Sleep takes up about one-third of our lives and plays an important role in calming the nervous system, improving memory, and supporting overall health. Sleep quality affects our daily lives, and in turn, our lifestyle and health habits influence how well we sleep. In this study, we explore the key factors that impact sleep quality and use unsupervised learning techniques to uncover patterns in different lifestyle profiles. We go beyond simple correlations, like the link between stress levels and sleep duration, by including a full health profile (e.g., daily steps, BMI, blood pressure), as well as gender, profession, and physical activity. Our goal is to provide insights that could benefit the health and wellness industries.

Dataset Columns:

Before moving forward, we will break down the variables present in our data set to give us a holistic view of all the metrics we are working with:

  • Person ID: An identifier for each individual.
  • Gender: The gender of the person (Male/Female).
  • Age: The age of the person in years.
  • Occupation: The occupation or profession of the person.
  • Sleep Duration: The number of hours the person sleeps per day.
  • Quality of Sleep: A subjective rating of the quality of sleep, ranging from 1 to 10.
  • Physical Activity Level: The number of minutes the person engages in physical activity daily.
  • Stress Level: A subjective rating of the stress level experienced by the person, ranging from 1 to 10.
  • BMI Category: The BMI category of the person (e.g., Normal, Overweight, Obese).
  • Blood Pressure: The blood pressure measurement of the person, indicated as systolic pressure over diastolic pressure.
  • Heart Rate (bpm): The resting heart rate of the person in beats per minute.
  • Daily Steps: The number of steps the person takes per day.
  • Sleep Disorder: The presence or absence of a sleep disorder in the person (None, Insomnia, Sleep Apnea).

Loading & PreProcessing

Let us take a quick glimpse take a quick look at our data:

rm(list=ls()) 
library(tidyverse)
## ── Attaching core tidyverse packages ──────────────────────── tidyverse 2.0.0 ──
## ✔ dplyr     1.1.4     ✔ readr     2.1.5
## ✔ forcats   1.0.0     ✔ stringr   1.5.1
## ✔ ggplot2   3.5.1     ✔ tibble    3.2.1
## ✔ lubridate 1.9.3     ✔ tidyr     1.3.1
## ✔ purrr     1.0.2     
## ── Conflicts ────────────────────────────────────────── tidyverse_conflicts() ──
## ✖ dplyr::filter() masks stats::filter()
## ✖ dplyr::lag()    masks stats::lag()
## ℹ Use the conflicted package (<http://conflicted.r-lib.org/>) to force all conflicts to become errors
library(GGally) 
## Registered S3 method overwritten by 'GGally':
##   method from   
##   +.gg   ggplot2
library(factoextra) 
## Welcome! Want to learn more?

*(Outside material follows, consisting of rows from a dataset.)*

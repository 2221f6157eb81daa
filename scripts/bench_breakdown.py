#!/usr/bin/env python3
"""Where each microsecond of a decode step goes: compute, guess, placement, hand-over, policy, wait.

The engine's own methods are wrapped with timers (exclusive time: a wrapped call
inside another is not counted twice), and each wrapper's own cost, measured at
start, is taken off.  Per decode token:

  compute    everything not listed below: attention, routing, experts, head, sampling
  guess      the guess rule at the prefetch points (GuessRule.top)
  placement  deciding where guesses go (ExpertPool.prefetch, without the hand-over)
  policy     residency bookkeeping and the eviction policy (Residency methods, Policy calls)
  pool       the rest of the pool's expert-source work (routed, compute_order, weights, end_layer)
  hand-over  requests and results between the compute thread and the reader (Reader.submit/poll/promote/...)
  wait       stalls: waiting for an expert's bytes (page-in on this thread, the reader, an emulated link)

Every configuration runs the same prompt and seed; configurations are interleaved and the
best of ``--repeats`` is kept.  The timers add a few per cent, so read this next to
bench_offload.py's untimed tok/s, not instead of it.

It imports ``_bench`` first, before numpy and moerun: one BLAS thread, and the helpers the
benchmarks share.
"""

from __future__ import annotations

import argparse
import functools
import json
import time

import _bench  # first: one BLAS thread before numpy is imported; the shared helpers

import moerun
from moerun import policies
from moerun.model.sampling import Sampling
from moerun.runtime.budget import fixed_bytes, slot_bytes
from moerun.runtime.pool import ExpertPool
from moerun.runtime.prefetch import GuessRule
from moerun.runtime.reader import Reader
from moerun.runtime.residency import Residency

PARTS = ("compute", "guess", "placement", "policy", "pool", "hand-over", "wait")


class Timers:
    """Exclusive time per part, for wrapped methods; a stack keeps nested calls apart."""

    def __init__(self):
        self.ns = dict.fromkeys(PARTS, 0)
        self.calls = dict.fromkeys(PARTS, 0)
        self.stack: list[list] = []
        self.overhead = 0.0

    def wrap(self, part: str, fn):
        @functools.wraps(fn)
        def timed(*a, **k):
            t0 = time.perf_counter_ns()
            self.stack.append([part, 0])
            try:
                return fn(*a, **k)
            finally:
                el = time.perf_counter_ns() - t0
                _, inner = self.stack.pop()
                self.ns[part] += el - inner
                self.calls[part] += 1
                if self.stack:
                    self.stack[-1][1] += el

        return timed

    def reset(self):
        self.ns = dict.fromkeys(PARTS, 0)
        self.calls = dict.fromkeys(PARTS, 0)


TIMERS = Timers()
WRAPPED = {
    "guess": [(GuessRule, "top")],
    "placement": [(ExpertPool, "prefetch")],
    "policy": [(Residency, "access"), (Residency, "victim"), (Residency, "place"), (Residency, "remove")],
    "pool": [(ExpertPool, "routed"), (ExpertPool, "compute_order"), (ExpertPool, "weights"), (ExpertPool, "end_layer"),
             (ExpertPool, "begin_layer")],
    # Reader.wait and wait_any block: their time is a stall, counted in wait
    "hand-over": [(Reader, "submit"), (Reader, "poll"), (Reader, "promote"), (Reader, "cancel"), (Reader, "published")],
}


def install() -> None:
    for part, items in WRAPPED.items():
        for cls, name in items:
            setattr(cls, name, TIMERS.wrap(part, getattr(cls, name)))
    for name in policies.names():  # routed signals and victims of every registered policy
        cls = policies.get(name)
        for meth in ("routed", "victim", "hit", "inserted", "evicted", "admits"):
            if meth in cls.__dict__:
                setattr(cls, meth, TIMERS.wrap("policy", cls.__dict__[meth]))
    # one wrapper's own cost, taken off each counted call
    probe = TIMERS.wrap("compute", lambda: None)
    t0 = time.perf_counter_ns()
    for _ in range(20000):
        probe()
    TIMERS.overhead = (time.perf_counter_ns() - t0) / 20000
    TIMERS.reset()


def run(model, max_new: int, seed: int, **kw) -> dict:
    TIMERS.reset()
    with moerun.load(model, tokenizer=False, **kw) as eng:
        TIMERS.reset()
        gen = eng.generate(prompt_ids=[0], max_new=max_new, sampling=Sampling(temperature=0.8, seed=seed))
        stats = eng.stats
    steps = max(1, gen.decode_steps)
    pool = stats.get("pool", {})
    ns = dict(TIMERS.ns)
    wait = pool.get("stall_s", 0) * 1e9
    calls = sum(TIMERS.calls.values())
    ns["pool"] -= wait  # stalls happen inside weights()
    per = {p: max(0.0, (ns.get(p, 0) - TIMERS.overhead * TIMERS.calls.get(p, 0)) / steps / 1e3) for p in PARTS if p not in ("compute", "wait")}
    per["wait"] = wait / steps / 1e3
    total = gen.decode_ns / steps / 1e3
    per["compute"] = max(0.0, total - sum(per.values()) - TIMERS.overhead * calls / steps / 1e3)
    return {"us_per_token": per, "total_us": total, "timer_us": TIMERS.overhead * calls / steps / 1e3, "hit_rate": pool.get("hit_rate"),
            "tokens": gen.new_ids}


def main() -> int:
    ap = argparse.ArgumentParser(description=__doc__, formatter_class=argparse.RawDescriptionHelpFormatter)
    ap.add_argument("--model", default=None)
    ap.add_argument("--max-new", type=int, default=240)
    ap.add_argument("--seed", type=int, default=1)
    ap.add_argument("--repeats", type=int, default=3)
    ap.add_argument("--link-speed", default=None, help="emulated link (default: the rate where LRU stalls about half the time)")
    ap.add_argument("--json", action="store_true")
    a = ap.parse_args()
    model = a.model or moerun.default_model_dir()
    with moerun.load(model, tokenizer=False) as eng:
        st = eng.store
        c = st.config
        d, kv, s = fixed_bytes(c, st.dense_nbytes, st.codec.scratch_bytes())
        per = slot_bytes(st.expert_nbytes)
    n_slots = max(c.n_layers * c.top_k, round(st.expert_total_nbytes / 3 / per))
    cap = d + kv + s + n_slots * per
    if a.link_speed:
        from moerun.units import parse_rate

        rate = parse_rate(a.link_speed)
    else:
        with moerun.load(model, tokenizer=False, mem_cap=cap) as eng:
            gen = eng.generate(prompt_ids=[0], max_new=a.max_new, sampling=Sampling(temperature=0.8, seed=a.seed))
            pool = eng.stats["pool"]
            rate = pool["misses"] * st.expert_nbytes / max(1e-6, (gen.decode_ns - pool["stall_s"] * 1e9) / 1e9)
    install()
    configs = {
        "resident": {},
        "resident+prefetch": {"prefetch": 2},
        "lru": {"mem_cap": cap, "link_speed": rate},
        "lru+prefetch": {"mem_cap": cap, "link_speed": rate, "prefetch": 2},
        "markov": {"mem_cap": cap, "link_speed": rate, "evict": "markov"},
    }
    best: dict = {}
    for _ in range(a.repeats):
        for name, kw in configs.items():
            r = run(model, a.max_new, a.seed, **kw)
            if name not in best or r["total_us"] < best[name]["total_us"]:
                best[name] = r
    doc = {"model": str(model), "cap_bytes": cap, "slots": n_slots, "link_speed_bytes_s": rate, "link_emulated": True,
           "max_new": a.max_new, "repeats": a.repeats, "timer_overhead_ns_per_call": TIMERS.overhead,
           "configurations": {k: {kk: vv for kk, vv in v.items() if kk != "tokens"} for k, v in best.items()}}
    if a.json:
        print(json.dumps(doc, indent=2))
        return 0
    print(f"us per decode token, best of {a.repeats} interleaved; cap {n_slots} slots, link {rate / 1e9:.2f} GB/s (emulated); "
          f"{a.max_new} tokens; {_bench.BLAS_NOTE}; timer cost {TIMERS.overhead:.0f} ns per call, taken off")
    print(f"{'configuration':<19}" + "".join(f"{p:>10}" for p in PARTS) + f"{'timers':>9}{'total':>9}{'hit rate':>10}")
    for name, r in best.items():
        u = r["us_per_token"]
        hr = r["hit_rate"]
        print(f"{name:<19}" + "".join(f"{u[p]:>10.1f}" for p in PARTS) + f"{r['timer_us']:>9.1f}{r['total_us']:>9.1f}"
              + (f"{100 * hr:>9.1f}%" if hr is not None else f"{'':>10}"))
    return 0


if __name__ == "__main__":
    raise SystemExit(main())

See two factoextra-related books at https://goo.gl/ve3WBa
library(ggplot2)
library(gridExtra)
## 
## Attaching package: 'gridExtra'
## 
## The following object is masked from 'package:dplyr':
## 
##     combine
Project_data <- read_csv("Sleep_health_and_lifestyle_dataset_updated.csv")
## Rows: 374 Columns: 13
## ── Column specification ────────────────────────────────────────────────────────
## Delimiter: ","
## chr (5): Gender, Occupation, BMI Category, Blood Pressure, Sleep Disorder
## dbl (8): Person ID, Age, Sleep Duration, Quality of Sleep, Physical Activity...
## 
## ℹ Use `spec()` to retrieve the full column specification for this data.
## ℹ Specify the column types or set `show_col_types = FALSE` to quiet this message.
glimpse(Project_data)
## Rows: 374
## Columns: 13
## $ `Person ID`               <dbl> 1, 2, 3, 4, 5, 6, 7, 8, 9, 10, 11, 12, 13, 1…
## $ Gender                    <chr> "Male", "Male", "Male", "Male", "Male", "Mal…
## $ Age                       <dbl> 27, 28, 28, 28, 28, 28, 29, 29, 29, 29, 29, …
## $ Occupation                <chr> "Software Engineer", "Doctor", "Doctor", "Sa…
## $ `Sleep Duration`          <dbl> 6.1, 6.2, 6.2, 5.9, 5.9, 5.9, 6.3, 7.8, 7.8,…
## $ `Quality of Sleep`        <dbl> 6, 6, 6, 4, 4, 4, 6, 7, 7, 7, 6, 7, 6, 6, 6,…
## $ `Physical Activity Level` <dbl> 42, 60, 60, 30, 30, 30, 40, 75, 75, 75, 30, …
## $ `Stress Level`            <dbl> 6, 8, 8, 8, 8, 8, 7, 6, 6, 6, 8, 6, 8, 8, 8,…
## $ `BMI Category`            <chr> "Overweight", "Normal", "Normal", "Obese", "…
## $ `Blood Pressure`          <chr> "126/83", "125/80", "125/80", "140/90", "140…
## $ `Heart Rate`              <dbl> 77, 75, 75, 85, 85, 85, 82, 70, 70, 70, 70, …
## $ `Daily Steps`             <dbl> 4200, 10000, 10000, 3000, 3000, 3000, 3500, …
## $ `Sleep Disorder`          <chr> "None", "None", "None", "Sleep Apnea", "Slee…

Missing Values

missing_values <- data.frame(
  Column = names(Project_data),
  ProportionMissing = colMeans(is.na(Project_data))
)


ggplot(missing_values, aes(x = Column, y = ProportionMissing)) +
  geom_bar(stat = "identity", fill = "seagreen3", color = 'black') +
  labs(
    title = "Proportion of Missing Values by Column",
    x = "Columns",
    y = "Proportion Missing",
    subtitle = "Figure 1",
  ) +
  theme_minimal() +
  theme(
    axis.text.x = element_text(angle = 45, hjust = 1)  # Rotate x-axis labels
  )

Feature Engineering

As seen, we do have present some missing values within our data set. Moving forward with our analysis, we will extract Numerical values from our data set and utilize mean imputation to preserve the dataset’s completeness.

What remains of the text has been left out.